2.1 Detecting Host AffiliationWe define two hosts as affiliated if one or both of the following is true:
They share the same first 3 octets of the IP address. The rightmost non-generic token in the hostname is the same. We consider tokens to be substrings of the hostname delimited by "." (period). A suffix of the hostname is considered generic if it is a sequence of tokens that occur in a large number of distinct hosts. E.g., ".com" and ".co.uk" are domain names that occur in a large number of hosts and are hence generic suffixes. Given two hosts, if the generic suffix in each case is removed and the subsequent right-most token is the same, we consider them to be affiliated.
This was the only part of that paper that caught my attention.
For example:
cheap-computers.com
discount-computers.com
If that's right then it seems to mean that getting links from a site with a similar domain name to yours in 2nd half will be affiliated (and of course your own multiple domains that are similar in 2nd parts).
Or am I misreading?
...would all be considered affiliated, while...
....would not be considered affiliated. Hyphens don't count. They're talking about the domain name sections as separated by periods.
This also means that everyone with a regular free hosting account (www.myhost.com/~mysite/) or "subdomain hosting" website (mysite.myhost.com) would be considered affiliated with everyone else on that host's domain...
edited by: mivox
LM-"think like a school of fish".
The best profs I ever had would not tell you the answer, they would point you in the direction of the answer. The prof would also provide you with the knowledge to be able to find the answer.
Brett has given so many "clues" as to where to look, you should be able to say, I already know.
This is also why Google has a problem ranking "Free Sites"(hint).
Given that this paper is "at least 3 years old" they are a little slow implementing things by one of their better engineers, IMHO. Academic work is only important once there is a commercial application...till then, it gets dusty, moldy, and perhaps is part of a piece of paper one might hang in an office (think 'stanford degree' :) ).
So this being the case time wise, hmmm...
You might note one of the citations at the bottom
"Chakrabarti et al 99] S. Chakrabarti, M. van den Berg and B. Dom. Focused crawling: A new approach to topic-specific Web resource discovery. In the 8th World Wide Web Conference, Toronto, May 1999. [cs.berkeley.edu...] " source [cs.toronto.edu...]
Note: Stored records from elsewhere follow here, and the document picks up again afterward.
"""Run one function over many inputs, in this process, in local worker processes, or
on an existing Dask distributed cluster — the same function and the same results
whichever way it runs.

Failures stay local: an exception inside one task becomes a :class:`TaskFailure`
in that task's slot (with the reason), and the other tasks go on.
"""
from __future__ import annotations

import concurrent.futures as cf
import contextlib
import multiprocessing
import os
import sys
from collections.abc import Callable, Iterable, Sequence
from dataclasses import dataclass
from typing import Any

from optbench.errors import InputError

Progress = Callable[[int, int], None]


@dataclass(frozen=True)
class TaskFailure:
    """What became of a task that raised: the input it was given and why it failed."""

    item: Any
    reason: str


def _describe(err: BaseException) -> str:
    if isinstance(err, InputError):
        return str(err)
    text = str(err).strip().splitlines()
    return f"{type(err).__name__}: {text[0]}" if text else type(err).__name__


def call_safely(fn: Callable[[Any], Any], item: Any) -> Any:
    """``fn(item)``, or a :class:`TaskFailure` naming the reason if it raises."""
    try:
        return fn(item)
    except Exception as err:  # one underlying's failure must not stop the screen
        return TaskFailure(item=item, reason=_describe(err))


def default_workers() -> int:
    """The number of cores this process may use."""
    try:
        return max(1, len(os.sched_getaffinity(0)))
    except AttributeError:  # not on Linux
        return max(1, os.cpu_count() or 1)


def run_tasks(fn: Callable[[Any], Any], items: Iterable[Any], *, workers: int | None = None,
              scheduler: str | None = None, progress: Progress | None = None) -> list[Any]:
    """Apply ``fn`` to every item and return the results in input order.

    Parameters
    ----------
    fn : a picklable (module-level) function of one argument.
    items : the inputs (small and picklable, e.g. folder paths and options).
    workers : local worker processes; 1 runs in this process. Default: the cores.
    scheduler : address of a running Dask scheduler (``tcp://host:8786``). When
        given, the tasks run on that cluster and ``workers`` is ignored.
    progress : called as ``progress(done, total)`` after each finished task.
    """
    items = list(items)
    if scheduler:
        return _run_on_dask(fn, items, scheduler, progress)
    n = default_workers() if workers is None else int(workers)
    if n < 1:
        raise InputError("--workers", f"must be at least 1, not {n}")
    if n == 1 or len(items) <= 1:
        results = []
        for i, item in enumerate(items):
            results.append(call_safely(fn, item))
            if progress:
                progress(i + 1, len(items))
        return results
    return _run_in_processes(fn, items, min(n, len(items)), progress)


def _real_fd(stream) -> int | None:
    """The stream's file descriptor, or None when it has none (a terminal UI
    replaces ``sys.stderr`` with a capture object whose ``fileno()`` is -1)."""
    try:
        fd = stream.fileno()
    except (AttributeError, OSError, ValueError):
        return None
    if not isinstance(fd, int) or fd < 0:
        return None
    try:
        os.fstat(fd)
    except OSError:
        return None
    return fd


class _NullFdStream:
    """Stands in for a captured ``sys.stderr`` while a child process is launched:
    writes go where they went before, ``fileno()`` is an open ``/dev/null``."""

    def __init__(self, stream, fd: int) -> None:
        self._stream, self._fd = stream, fd

    def fileno(self) -> int:
        return self._fd

    def __getattr__(self, name: str):
        return getattr(self._stream, name)


@contextlib.contextmanager
def _launchable_stderr():
    """Make process launching work when ``sys.stderr`` has no file descriptor.

    multiprocessing's resource tracker passes ``sys.stderr.fileno()`` to the process
    it starts; under the workbench that is -1 and the launch fails with "bad value(s)
    in fds_to_keep". Here the tracker starts with ``/dev/null`` as its stderr (the
    terminal belongs to the UI), and the pool finds it running.
    """
    if _real_fd(sys.stderr) is not None:
        yield False
        return
    from multiprocessing import resource_tracker
    null = os.open(os.devnull, os.O_WRONLY)
    captured = sys.stderr
    try:
        sys.stderr = _NullFdStream(captured, null)
        try:
            resource_tracker.ensure_running()
        finally:
            if isinstance(sys.stderr, _NullFdStream):
                sys.stderr = captured
    finally:
        os.close(null)
    yield True


def _quiet_worker() -> None:
    """Worker initializer when the parent's terminal belongs to a UI: the worker's
    stdout and stderr go to ``/dev/null`` so nothing it prints lands on the screen."""
    null = os.open(os.devnull, os.O_WRONLY)
    os.dup2(null, 1)
    os.dup2(null, 2)
    os.close(null)


def _run_in_processes(fn, items: Sequence[Any], n: int, progress: Progress | None) -> list:
    # "spawn" gives each worker a clean interpreter: safe when the caller has threads
    # (the workbench does), and the same on every platform.
    context = multiprocessing.get_context("spawn")
    with _launchable_stderr() as under_ui:
        with cf.ProcessPoolExecutor(max_workers=n, mp_context=context,
                                    initializer=_quiet_worker if under_ui else None) as pool:
            futures = [pool.submit(call_safely, fn, item) for item in items]
            return _gather(futures, cf.as_completed(futures), items, progress)


def _gather(futures, completed, items: Sequence[Any], progress: Progress | None) -> list:
    """Results in input order from futures finishing in any order (``completed``);
    a future that raises (its worker died or was lost) becomes a TaskFailure."""
    index = {id(f): i for i, f in enumerate(futures)}
    results: list[Any] = [None] * len(items)
    for done, future in enumerate(completed, start=1):
        i = index[id(future)]
        try:
            results[i] = future.result()
        except Exception as err:
            results[i] = TaskFailure(item=items[i], reason=_describe(err))
        if progress:
            progress(done, len(items))
    return results


def _run_on_dask(fn, items: Sequence[Any], address: str, progress: Progress | None) -> list:
    try:
        from distributed import Client, as_completed
    except ImportError:  # pragma: no cover - distributed is a dependency
        raise InputError("--scheduler", "dask.distributed is not installed") from None
    try:
        client = Client(address, timeout="10s")
    except (OSError, TimeoutError, ValueError, TypeError) as err:
        # ValueError/TypeError: not an address at all ("missing port number")
        raise InputError("--scheduler", f"cannot reach the Dask scheduler at {address}: "
                         f"{_describe(err)}") from None
    try:
        futures = client.map(call_safely, [fn] * len(items), items, pure=False)
        return _gather(futures, as_completed(futures), items, progress)
    finally:
        client.close()
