def _model_free_vols(q: pd.DataFrame, fwd: pd.DataFrame, warnings: list,
                     code: np.ndarray | None = None, columns=None) -> np.ndarray:
    """sqrt of the model-free implied variance per expiry (NaN where unavailable).

    One call of :func:`optbench.analysis.model_free.model_free_variance` per expiry on
    its strikes' call and put mids and bids (a loop over expiries, not quotes);
    ``code`` is each quote's expiry position in ``fwd`` when already known, and
    ``columns`` the arrays ``(strike, is_call, mid, bid)`` of ``q`` and ``(t, forward,
    discount)`` of ``fwd`` when already read.
    """
    from optbench.analysis.model_free import model_free_variance

    if code is None:
        code = pd.Index(fwd["expiry"]).get_indexer(q["expiry"])
    if columns is None:
        columns = (q["strike"].to_numpy(float), q["is_call"].to_numpy(bool),
                   q["mid"].to_numpy(float), q["bid"].to_numpy(float),
                   fwd["t"].to_numpy(float), fwd["forward"].to_numpy(float),
                   fwd["discount"].to_numpy(float))
    K, calls, mid, bid, t, forward, discount = columns
    out = np.full(len(fwd), np.nan)
    for j in range(len(fwd)):
        sel = np.flatnonzero(code == j)
        if sel.size == 0:
            continue
        K_j, calls_j = K[sel], calls[sel]
        strikes = np.unique(K_j)
        pos = np.searchsorted(strikes, K_j)
        side = {}
        for name, values in (("mid", mid[sel]), ("bid", bid[sel])):
            for is_call in (True, False):
                arr = np.full(strikes.size, np.nan)
                pick = calls_j == is_call
                arr[pos[pick]] = values[pick]
                side[name, is_call] = arr
        try:
            mf = model_free_variance(strikes, float(t[j]), float(forward[j]),
                                     float(discount[j]),
                                     call_mid=side["mid", True], put_mid=side["mid", False],
                                     call_bid=side["bid", True], put_bid=side["bid", False])
        except InputError as err:
            warnings.append(f"model-free variance, {pd.Timestamp(fwd['expiry'].iloc[j]).date()}: "
                            f"{err.problem}")
            continue
        out[j] = mf.vol
    return out


def _backtest(hist, split, model, dist, mean):
    from optbench.volatility.backtest import backtest as run_backtest
    if split is True:
        n = len(hist.dates)
        split = pd.Timestamp(hist.dates[max(n - 253, 1)]).date()
    return run_backtest(hist, split, model=model, dist=dist, mean=mean).to_dict()
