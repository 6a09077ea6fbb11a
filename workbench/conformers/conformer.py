"""3D conformers of the ring forms: ETKDG embedding, MMFF94 chairs, puckering.

For a pyranose, every embedded geometry (RDKit ETKDGv3, fixed seed) is driven
into each chair in turn by MMFF94 torsion restraints on the six ring
torsions (with the improper dihedral of every stereocentre held, so that no
centre inverts on the way), then released and minimised freely. Each result
is labelled by its Cremer-Pople puckering
(:mod:`workbench.conformers.puckering`): a ring that escapes to a boat or
skew is labelled as such and never passed off as a chair; a chair that is
no MMFF94 minimum is kept as its restrained geometry and marked so. Both
chairs are reported for every pyranose whose chair MMFF94 can hold (a
restrained chair more than 25 kcal/mol above the best minimum is dropped as
a distorted geometry). The face of a substituent is read from the local ring
plane (a configurational property); in a chair it is axial when it stands
on that chair's axial face of its ring atom. Furanoses
are embedded and minimised freely and labelled as envelopes or twists.

Results are deterministic (fixed seeds, one thread) and cached per chain,
ring form and settings. MMFF94 energies are force-field energies in
kcal/mol, by default in the gas phase (dielectric 1, plain MMFF94), where
intramolecular hydrogen bonds are overweighted and chairs with many axial
hydroxyls are favoured; ``ConformerSettings(dielectric=78.4)`` screens the
electrostatics by water's dielectric constant (a crude stand-in for
solvation; it agrees better with Angyal's chair preferences but flattens the
rings slightly). Either way they are reported beside, not instead of,
Angyal's free energies in water, and the display conformer of a pyranose is
by default the chair Angyal's scheme prefers.
"""

from __future__ import annotations

import logging
import math
import time
from collections.abc import Callable, Iterable
from dataclasses import dataclass, field
from functools import lru_cache
from typing import Any, cast

import numpy as np
from rdkit import Chem
from rdkit.Chem import rdDistGeom, rdForceFieldHelpers, rdMolTransforms
from rdkit.ForceField.rdForceField import ForceField
from rdkit.Geometry import Point3D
That they mention '99 in the paper, means it can't be "at least 3 years old" I think.
hmmm what do you mean?
for one of my keywords (100k results)
the no1 site url is a members.aol.com/xxxxxxx site
i was thinking of creating a hub site by setting up a load of sites on free isp space and pointing them to my hub... would i be wasting my time???? i thought they would inherit some of the isp's high rank, have i missed the point?